True Detective: Night Country It is, by design, not a show with many laugh lines. When the police begin discovering bodies in the second episode, Danvers attacks an officer who takes the opportunity to take a selfie, wagging his tongue behind one of the distorted faces of the errant scientists. “Stop fooling around!” Danvers shouts. “This is a crime scene!”

However, some goofiness was inevitable on set. To prepare for this scene, the crew had to wait until significant snowfall so they could fully submerge the body. “Eventually there was a break in the weather, everyone was curled up in the freezing cold, and there was a JCB crane picking up six or seven bodies,” Taylor says. “We wonder: Did (Lopez) want them to confront this way, or did she want them to confront this way?” You rotate the objects a little bit, and then you say: No, it’s definitely this way. Then you rotate them again in the other direction.
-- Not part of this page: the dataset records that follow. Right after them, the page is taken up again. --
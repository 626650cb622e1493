//! The report's page layout (maud template): sections, headings, tables and where each chart
//! goes. The charts themselves are drawn in [`super::svg`]; the styles are in
//! `report.css` next to this file.

use maud::{html, Markup, PreEscaped, DOCTYPE};

use super::charts::{metric_charts, qc_chart};
use super::data::{ReportData, TABLE_ROWS_MAX};
use super::svg;
use crate::output::table::{cell_text, Cell, Format, Table};

/// The stylesheet, inlined so the page needs no other file.
const STYLE: &str = include_str!("report.css");

/// The whole page.
pub(super) fn page(d: &ReportData) -> Markup {
    let sections = contents(d);
    html! {
        (DOCTYPE)
        html lang="en" {
            head {
                meta charset="utf-8";
                meta name="viewport" content="width=device-width, initial-scale=1";
                meta name="generator" content=(d.generated_by);
                title { (d.title) }
                style { (PreEscaped(STYLE)) }
            }
            body {
                header {
                    h1 { (d.title) }
                    p.meta { "Study year " (d.study_year) " · produced by " (d.generated_by) }
                }
                (caution(&d.caution))
                nav {
                    strong { "Contents" }
                    ol {
                        @for (id, heading) in &sections {
                            li { a href=(format!("#{id}")) { (heading) } }
                        }
                    }
                }
                @if !d.summary.is_empty() {
                    section id="facts" {
                        h2 { "Key facts" }
                        dl.facts {
                            @for (label, text) in &d.summary {
                                dt { (label) }
                                dd { (text) }
                            }
                        }
                    }
                }
                @if let Some(t) = &d.network_totals {
                    section id="totals" {
                        h2 { "Network totals" }
                        (table(t))
                    }
                }
                section id="map" {
                    h2 { "Network map" }
                    (svg::network_map(&d.map))
                }
                section id="factors" {
                    h2 { "Monthly and weekday factors" }
                    p.note {
                        "One panel per factor group, on a shared scale; the dashed line marks a "
                        "factor of 1. Factors are dimensionless."
                    }
                    h3 { "Monthly factors" }
                    (svg::factor_panels(&d.monthly_factors, "monthly factors"))
                    h3 { "Weekday factors" }
                    (svg::factor_panels(&d.weekday_factors, "weekday factors"))
                }
                @if let Some(t) = &d.calibration {
                    section id="calibration" {
                        h2 { "Short-count calibration" }
                        (results(t))
                    }
                }
                @if let Some(t) = &d.cross_validation {
                    section id="cross-validation" {
                        h2 { "Cross-validation" }
                        (results(t))
                    }
                }
                @if let Some(t) = &d.qc_summary {
                    section id="qc" {
                        h2 { "Quality control" }
                        @if let Some((title, rows)) = qc_chart(t) {
                            (svg::qc_bars(&title, &rows))
                        }
                        (table(t))
                    }
                }
                @if !d.extra_tables.is_empty() {
                    section id="tables" {
                        h2 { "Further tables" }
                        @for t in &d.extra_tables {
                            (table(t))
                        }
                    }
                }
                section.method id="methods" {
                    h2 { "Methods" }
                    @for (heading, text) in &d.methods {
                        h3 { (heading) }
                        (paragraphs(text))
                    }
                    h3 { "Caution" }
                    (paragraphs(&d.caution))
                }
                footer {
                    "Produced by " (d.generated_by) " for study year " (d.study_year)
                    ". Every figure is an estimate; see the 95 % intervals and the caution above."
                }
            }
        }
    }
}

/// The sections present, as (anchor, heading), for the contents list.
fn contents(d: &ReportData) -> Vec<(&'static str, &'static str)> {
    let mut s = Vec::new();
    if !d.summary.is_empty() {
        s.push(("facts", "Key facts"));
    }
    if d.network_totals.is_some() {
        s.push(("totals", "Network totals"));
    }
    s.push(("map", "Network map"));
    s.push(("factors", "Monthly and weekday factors"));
    if d.calibration.is_some() {
        s.push(("calibration", "Short-count calibration"));
    }
    if d.cross_validation.is_some() {
        s.push(("cross-validation", "Cross-validation"));
    }
    if d.qc_summary.is_some() {
        s.push(("qc", "Quality control"));
    }
    if !d.extra_tables.is_empty() {
        s.push(("tables", "Further tables"));
    }
    s.push(("methods", "Methods"));
    s
}

/// Text as paragraphs, split at blank lines.
fn paragraphs(text: &str) -> Markup {
    html! {
        @for para in text.split("\n\n").map(str::trim).filter(|p| !p.is_empty()) {
            p { (para) }
        }
    }
}

/// The caution box near the top of the page.
fn caution(text: &str) -> Markup {
    html! {
        @if !text.is_empty() {
            div.caution role="note" {
                strong { "Caution. " }
                (text)
            }
        }
    }
}

/// A result table (calibration, cross-validation): its bar charts, then the table.
fn results(t: &Table) -> Markup {
    html! {
        @for chart in metric_charts(t) {
            (svg::bar_chart(&chart.title, &chart.bars, &chart.unit, chart.reference))
        }
        (table(t))
    }
}

/// The unit shown under a column heading: shares are shown in percent.
fn shown_unit(format: Format, unit: &str) -> &str {
    if format == Format::Share {
        "%"
    } else {
        unit
    }
}

/// A cell as the report shows it: volumes with thousands separators, shares in percent.
fn shown_cell(cell: &Cell, format: Format) -> String {
    match (cell, format) {
        (Cell::Num(v), Format::Share) if v.is_finite() => format!("{:.1}", 100.0 * v),
        (Cell::Int(v), Format::Share) => format!("{:.1}", 100.0 * *v as f64),
        (Cell::Num(v), Format::Integer) if v.is_finite() => svg::thousands(*v),
        (Cell::Int(v), Format::Integer) => svg::thousands(*v as f64),
        (Cell::Num(v), _) if !v.is_finite() => String::new(),
        _ => cell_text(cell, format),
    }
}

/// A table with its title as caption, at most [`TABLE_ROWS_MAX`] rows.
fn table(t: &Table) -> Markup {
    let shown = &t.rows[..t.rows.len().min(TABLE_ROWS_MAX)];
    html! {
        div.table-wrap {
            table {
                caption { (t.title) }
                thead {
                    tr {
                        @for col in &t.columns {
                            @let unit = shown_unit(col.format, col.unit);
                            th.num[col.format != Format::Text] {
                                (col.name)
                                @if !unit.is_empty() { span.unit { (unit) } }
                            }
                        }
                    }
                }
                tbody {
                    @for row in shown {
                        tr {
                            @for (cell, col) in row.iter().zip(&t.columns) {
                                @let text = shown_cell(cell, col.format);
                                @let numeric = matches!(cell, Cell::Int(_) | Cell::Num(_));
                                @if text.is_empty() {
                                    td.empty { "–" }
                                } @else {
                                    td.num[numeric] { (text) }
                                }
                            }
                        }
                    }
                }
            }
        }
        @if t.rows.is_empty() {
            p.note { "No rows." }
        } @else if shown.len() < t.rows.len() {
            p.note {
                "Showing the first " (shown.len()) " of " (t.rows.len())
                " rows; the full table is in " (t.name) ".csv."
            }
        }
    }
}

#[cfg(test)]
mod tests {
    use super::*;

    #[test]
    fn cells_are_shown_with_units_in_mind() {
        assert_eq!(shown_cell(&Cell::Num(0.0834), Format::Share), "8.3");
        assert_eq!(shown_cell(&Cell::Num(12345.6), Format::Integer), "12,346");
        assert_eq!(shown_cell(&Cell::Num(0.0987), Format::Decimal(3)), "0.099");
        assert_eq!(shown_cell(&Cell::Empty, Format::Integer), "");
        assert_eq!(shown_unit(Format::Share, ""), "%");
        assert_eq!(shown_unit(Format::Integer, "veh/day"), "veh/day");
    }

    #[test]
    fn blank_lines_split_paragraphs() {
        let html = paragraphs("One.\n\nTwo <b>.\n\n\n").into_string();
        assert_eq!(html, "<p>One.</p><p>Two &lt;b&gt;.</p>");
    }
}
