//! What the report shows, as plain records the pipeline's results fill: the map segments,
//! factor series, result tables and text. Charts and the page are drawn from these.

use crate::output::table::Table;

/// Most rows of one table shown in the report; longer tables end with a note that the full
/// table is in its CSV file.
pub const TABLE_ROWS_MAX: usize = 100;

/// One segment on the report's map.
#[derive(Debug, Clone, PartialEq)]
pub struct MapSegment {
    /// From node, (lon, lat) decimal degrees WGS 84.
    pub from: (f64, f64),
    /// To node, (lon, lat) decimal degrees WGS 84.
    pub to: (f64, f64),
    /// AADT, veh/day.
    pub aadt: f64,
    /// Lower end of the 95 % interval, veh/day.
    pub lo95: f64,
    /// Upper end of the 95 % interval, veh/day.
    pub hi95: f64,
    /// `continuous`, `short_count` or `estimated`; estimated segments are drawn dashed.
    pub basis: String,
    /// Tooltip label, e.g. the segment id and route.
    pub label: String,
}

/// A named series of values, e.g. the 12 monthly factors of one factor group.
#[derive(Debug, Clone, PartialEq)]
pub struct Series {
    /// Group name.
    pub name: String,
    /// Values (dimensionless factors); a non-finite value is a gap.
    pub values: Vec<f64>,
}

/// Everything the report shows; the pipeline fills it from stage outputs.
#[derive(Debug, Clone, PartialEq, Default)]
pub struct ReportData {
    /// Page title.
    pub title: String,
    /// The study year.
    pub study_year: i32,
    /// Tool and version, e.g. "roadtally 0.1.0" (no wall clock, so outputs are reproducible).
    pub generated_by: String,
    /// Key facts as label and text: counts used, segments, stations ...
    pub summary: Vec<(String, String)>,
    /// Segments to map.
    pub map: Vec<MapSegment>,
    /// Monthly factors per factor group (12 values, January first).
    pub monthly_factors: Vec<Series>,
    /// Weekday factors per factor group (7 values, Monday first).
    pub weekday_factors: Vec<Series>,
    /// Short-count calibration table (error and coverage by count length and class group).
    pub calibration: Option<Table>,
    /// Cross-validation table of the spatial estimates.
    pub cross_validation: Option<Table>,
    /// Quality-control summary (`qc_summary.csv`): direction-days, accepted (flags included),
    /// flagged and rejected per station.
    pub qc_summary: Option<Table>,
    /// Network totals (vehicle-km, segments by basis ...).
    pub network_totals: Option<Table>,
    /// Further tables shown as they are (design, toll reconciliation ...), at most
    /// [`TABLE_ROWS_MAX`] rows each.
    pub extra_tables: Vec<Table>,
    /// Method sections: heading and paragraph.
    pub methods: Vec<(String, String)>,
    /// The caution: figures are estimates with stated uncertainty; design follows local
    /// codes and a licensed engineer's judgement.
    pub caution: String,
}

/// One bar of a bar chart.
#[derive(Debug, Clone, PartialEq)]
pub struct Bar {
    /// Category label.
    pub label: String,
    /// Value in the chart's unit.
    pub value: f64,
}

/// One row of the QC chart: a label and direction-days `[accepted without a flag, flagged,
/// rejected]`, which sum to the row's direction-days.
pub type QcRow = (String, [f64; 3]);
There’s kind of a moment where you say, “What the hell are we doing?” ‘What is this all about?'”

“I’m forever involving myself in a situation you wouldn’t normally do,” Taylor says. “And that was probably the cherry on the cake.”

For example, the ban on taking off-camera selfies is not implemented. “We took selfies with him, and some of the actors did too,” Dave says.

In the series premiere, the first indication Danvers gets that things are about to take a dark turn comes shortly after she enters the abandoned Tsalal, where she finds a severed tongue — a tongue whose markings seem to indicate that it belonged to Annie Masu Kotok, whose years -The Ennis murder was never solved.

The tongue was also the Elsie’s work, and they created something extra. “The first thing we did when we got to Iceland was put one of them in a little glass case on a little velvet pillow and made a little gift for Issa,” Dave says with a smile. “It was our first day on set. She was so happy with that poor tongue.

Neither the Elsie nor the Taylors know where the body is now: their best guess is a storage unit somewhere in Iceland. When asked if they thought the unit might open one day in the future and scare the living daylights out of someone, all the Elsey family could do was laugh.